Exercise aim: The line containing "group: GroupAnalysis &" marks the end: restate word for word every line from the first line of the entries below through that one.

Data to examine:
import { useState } from 'react';
import type { Analysis, FitSummary, GroupAnalysis } from '@contracts/analysis';
import type { FigureFormat } from '../lib/figure-format';
import type { flagsBySale } from '../lib/flag-words';
import { focusRange, inRange } from '../lib/focus-range';
import type { SaleLookup } from '../lib/sale-lookup';
import { AnalysisCard } from './analysis-card';
import { ChartLegend } from './chart-legend';
import { DENSE_CHART_SALES } from './chart-marks';
import { FitFigures } from './fit-figures';
import { PriceAreaChart } from './price-area-chart';
import { ResidualsChart } from './residuals-chart';

interface Props {
  analysis: Analysis;
  group: GroupAnalysis & { fit: FitSummary };
  flags: ReturnType<typeof flagsBySale>;
  format: FigureFormat;
  lookup: SaleLookup;
  onOpen: (saleId: number) => void;
}

/** The scatter and, under it, the residual plot, beside the fit's figures. Where a few floor areas lie far from
 * the rest, both charts can zoom to the main cluster; the fit itself is unchanged. */
export function FittedGroup({ analysis, group, flags, format, lookup, onOpen }: Props) {
  const [zoomed, setZoomed] = useState(false);
  const range = focusRange(group.points.map((p) => p.x));
  const focus = zoomed ? range : null;
  const beyond = range ? group.points.filter((p) => !inRange(range, p.x)) : [];
  const where = group.pooled ? 'all neighbourhoods pooled' : group.neighbourhood;

  return (
    // Reading order scatter → figures → residuals; from lg the figures move to a column of their own.
    <div className="grid gap-5 lg:grid-cols-[minmax(0,1fr)_23rem] lg:grid-rows-[auto_1fr]">
      <AnalysisCard
        className="lg:col-start-1 lg:row-start-1"
        title="Price against floor area"
        labelId="scatter-title"
        description={`${group.n} sales, ${where}.`}
        aside={range && <ZoomToggle zoomed={zoomed} onChange={setZoomed} />}
      >
        <figure
          aria-label={`Scatter of ${group.n} sales, price against floor area, ${where}, with the fitted line and its 95% prediction band`}
          data-chart="price-area"
          className="-mx-2"
        >
          <PriceAreaChart group={group} flagsById={flags} format={format} lookup={lookup} timeAdjusted={analysis.timeAdjustment} onOpen={onOpen} focus={focus} height={410} />
        </figure>
        {zoomed && beyond.length > 0 && (
          <p className="mt-1 text-[0.8125rem] text-ink-soft">
            Zoomed to the main cluster of floor areas. Beyond it, marked on the edge and still in the fit:{' '}
            {beyond.map((p) => `${lookup(p.saleId).address} (${format.area(p.x)})`).join(', ')}.
          </p>
        )}
        <div className="mt-3 flex flex-wrap items-end justify-between gap-x-6 gap-y-2 border-t border-rule pt-3">
          <ChartLegend showSubject={group.prediction !== null} showBand />
          <p className="text-xs text-ink-faint">
            {group.points.length > DENSE_CHART_SALES
              ? `${format.count(group.points.length)} sales: those not flagged are drawn as one layer. Hover or click a flagged sale; open any other from the Comparables table.`
              : 'Hover a sale for its figures; click it to open the sale.'}
          </p>
        </div>
      </AnalysisCard>
      <AnalysisCard
        title="The fit"
        labelId="figures-title"
        description="Least squares, price on floor area."
        className="lg:col-start-2 lg:row-span-2 lg:row-start-1 lg:self-start"
      >
        <FitFigures analysis={analysis} group={group} format={format} />
      </AnalysisCard>
      <AnalysisCard
        className="lg:col-start-1 lg:row-start-2 lg:self-start"
        title="Residuals against fitted values"
        labelId="residuals-title"
        description="How far each sale lies from the line. A funnel or a curve here says the straight line misses something."
      >
        <figure aria-label={`Residuals of ${group.n} sales against their fitted prices`} data-chart="residuals" className="-mx-2">
          <ResidualsChart group={group} flagsById={flags} format={format} lookup={lookup} onOpen={onOpen} focus={focus} height={230} />
        </figure>
      </AnalysisCard>
    </div>
  );
}

function ZoomToggle({ zoomed, onChange }: { zoomed: boolean; onChange: (zoomed: boolean) => void }) {
  const option = (value: boolean, label: string) => (
    <button
      type="button"
      aria-pressed={zoomed === value}
      onClick={() => onChange(value)}
      className={`rounded-[5px] px-2.5 py-1 text-[0.8125rem] transition-colors ${zoomed === value ? 'bg-paper-raised font-semibold text-ink shadow-[0_0_0_1px_var(--color-rule-strong)]' : 'text-ink-soft hover:text-ink'}`}
    >
      {label}
    </button>
  );
  return (
    <div role="group" aria-label="Floor-area scale" className="flex items-center gap-0.5 rounded-md bg-paper-sunk p-0.5">
      {option(false, 'All sales')}
      {option(true, 'Main cluster')}
    </div>
  );
}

Response box:
import { useState } from 'react';
import type { Analysis, FitSummary, GroupAnalysis } from '@contracts/analysis';
import type { FigureFormat } from '../lib/figure-format';
import type { flagsBySale } from '../lib/flag-words';
import { focusRange, inRange } from '../lib/focus-range';
import type { SaleLookup } from '../lib/sale-lookup';
import { AnalysisCard } from './analysis-card';
import { ChartLegend } from './chart-legend';
import { DENSE_CHART_SALES } from './chart-marks';
import { FitFigures } from './fit-figures';
import { PriceAreaChart } from './price-area-chart';
import { ResidualsChart } from './residuals-chart';

interface Props {
  analysis: Analysis;
  group: GroupAnalysis & { fit: FitSummary };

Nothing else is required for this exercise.